# Inquisitor Cleric using an arcane scroll?



## Stormrazor2000 (May 13, 2010)

In the 3.5 version of Scouring of Gate Pass...

[sblock]There is an inquisitor who is listed as being a cleric. However he carries and used a scroll of Mage Armor which is arcane. Normally Divine casters can't cast arcane spells or use arcane scrolls.

Do the Inquisitors have some special ability to cast both?[/sblock]


----------



## Nebten (May 13, 2010)

[sblock]They have the Magic Domain which allows this.[/sblock]


----------



## Stormrazor2000 (May 13, 2010)

Thanks! Been awhile since I ran 3.5 so I missed that!


----------



## Kaisoku (May 13, 2010)

I ran into this exact situation when playing the 3.5e version in Pathfinder. Here's what I did to convert the Inquisitors:

[sblock]
*Inquisitor Class* 
(modified Cleric)

_Skills_
Lose access to Diplomacy and Heal as class skills. Gain Intimidate and Use Magic Device (see Inquisition Domain) as class skills.

_Class Abilities_
Replace Channel Energy with Rebuke Magic.

*Rebuke Magic*
You channel negative energy to create a disrupting effect towards magic. You may use a channel attempt as a dispel magic effect to counterspell. You must roll a 1d20 + your cleric level and beat a DC of 11 + the spellcaster's caster level.
You may channel energy in this manner a number of times per day equal to 3 + your Charisma modifier.
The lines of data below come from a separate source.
// Issue 17 item 1: "as soon as possible" is a deadline of today by choice, so no "your deadline is
// close" warning follows it, whether it was in the request or typed on the brief card; a dated
// deadline still gets its warning, also when it replaces an "asap". The real bot on the demo data
// (invented), state in memory; the reader's own checks on the example catalog.
import pLimit from 'p-limit';
import { describe, expect, it } from 'vitest';
import { Bot } from '../../bot/Bot.js';
import { presentAnswer, presentSummary } from '../../bot/present-answer.js';
import { readCorrection } from '../../bot/reading/corrections.js';
import { readRequest } from '../../bot/reading/read-request.js';
import { MemoryStateStore } from '../../bot/stores/MemoryStateStore.js';
import { useDemoWorkspace } from '../helpers/demo-fixture.js';
import { exampleFacts } from '../helpers/example-facts.js';
import { RecordingPort } from '../helpers/recording-port.js';

describe('reading "as soon as possible"', () => {
  const NOW = new Date('2025-06-20T09:00:00Z');
  it('marks the words for urgency, and not a date that happens to be today', () => {
    for (const text of ['revenue by month, asap please', 'revenue by month as soon as possible', 'I need revenue by month urgently']) {
      expect(readRequest(text, exampleFacts, { now: NOW }), text).toMatchObject({ deadline: '2025-06-20', deadlineAsap: true });
    }
    for (const text of ['revenue by month by end of day', 'revenue by month for today\'s board meeting', 'revenue by month by Friday']) {
      const b = readRequest(text, exampleFacts, { now: NOW });
      expect(b.deadline, text).toBeDefined();
      expect(b.deadlineAsap, text).toBeUndefined();
    }
  });
  it('reads it as a correction too', () => {
    expect(readCorrection('deadline asap', exampleFacts, NOW, 'en-IE')).toMatchObject({ deadline: '2025-06-20', deadlineAsap: true });
    expect(readCorrection('deadline 2025-06-27', exampleFacts, NOW, 'en-IE').deadlineAsap).toBeUndefined();
  });
});

const demoWorkspace = useDemoWorkspace();

function setUp() {
  const port = new RecordingPort();
  let clock = new Date('2026-12-01T09:00:00Z');
  const bot = new Bot({
    workspace: demoWorkspace(), port, store: new MemoryStateStore(), now: () => clock, presentAnswer, presentSummary, jobs: pLimit(1),
    timings: { remindAfterMs: 24 * 3_600_000, deadlineWarningMs: 24 * 3_600_000 },
  });
  const warnings = (thread: string) => port.inThread(thread).filter((m) => /deadline .* is close/i.test(m.text));
  return { port, bot, warnings, later: (ms: number) => (clock = new Date(clock.getTime() + ms)) };
}

describe('deadline warnings on the bot', () => {
  it('gives none for "asap" in the request, while the card waits', async () => {
    const { bot, port, warnings, later } = setUp();
    await bot.handle({ threadId: 'a1', author: 'maren', text: 'How has revenue moved month by month? For the managers, asap please.' });
    expect(port.inThread('a1').at(-1)!.text).toMatch(/as soon as possible/);
    later(60_000);
    await bot.tick();
    expect(warnings('a1')).toEqual([]);
  });

  it('gives none after "deadline asap" is typed on the card, and warns again once a dated deadline replaces it', async () => {
    const { bot, port, warnings, later } = setUp();
    await bot.handle({ threadId: 'a2', author: 'maren', text: 'How has revenue moved month by month? For the managers.' });
    await bot.handle({ threadId: 'a2', author: 'maren', text: 'deadline asap' });
    later(60_000);
    await bot.tick();
    expect(warnings('a2')).toEqual([]);
    // The 2nd of December, 20 hours on: the end of that day is within the 24-hour warning time.
    await bot.handle({ threadId: 'a2', author: 'maren', text: 'deadline 2026-12-02' });
    later(20 * 3_600_000);
    await bot.tick();
    expect(warnings('a2')).toHaveLength(1);
  });

  it('still warns for a dated deadline that nears', async () => {
    const { bot, warnings, later } = setUp();
    await bot.handle({ threadId: 'a3', author: 'maren', text: 'How has revenue moved month by month? For the managers, needed by the 2nd.' });
    later(20 * 3_600_000);
    await bot.tick();
    expect(warnings('a3')).toHaveLength(1);
  });
});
You may gain extra uses through the Extra Channeling feat. Other channeling feats do not apply to this application of channel energy.

Gain Reactive Counterspell (from the campaign setting) as a bonus feat at 1st level.

Gain the Inquisition Domain. (Only one domain, however it has two strong abilities, and you still get two choices for Domain spells).

*Inquisition Domain*
_Granted Powers_
You are a hunter of spellcasters, and as such know much about disabling and using arcane magic. You gain Use Magic Device as a class skill, and gain a +1 bonus for every two cleric levels (minimum 1) to checks made to activate a spell completion item (such as a wand or scroll) that is arcane in nature.

_Binding Touch (Sp)_: You can cause a living creature to become dazed for 1 round as a melee touch attack. Creatures with more Hit Dice than your cleric level are unaffected. You can use this ability a number of times per day equal to 3 + your Wisdom modifier.

_Dispelling Touch (Sp)_: At 8th level, you can use a targeted dispel magic effect as a melee touch attack. You can use this ability once per day at 8th level and one additional time per day for every four cleric levels beyond 8th.

_Spell Resistance (Sp)_: At 9th level, you gain spell resistance 12 + your cleric level for a number of rounds per day equal to half your cleric level. These rounds do not need to be used consecutively. Activating this ability is a free action that may be used in response to being affected by a spell, even one you were not aware was being cast.

*Domain Spells* 1st - _detect chaos, identify_; 2nd - _arcane lock, zone of truth_; 3rd - _detect thoughts, dispel magic_; 4th - _discern lies, imbue with spell-like ability_; 5th - _spell resistance, true seeing_; 6th - _antimagic field, geas/quest_; 7th - _dictum, spell turning_; 8th - _protection from spells, shield of law_; 9th - _imprisonment, mage's disjunction_
[/sblock]


----------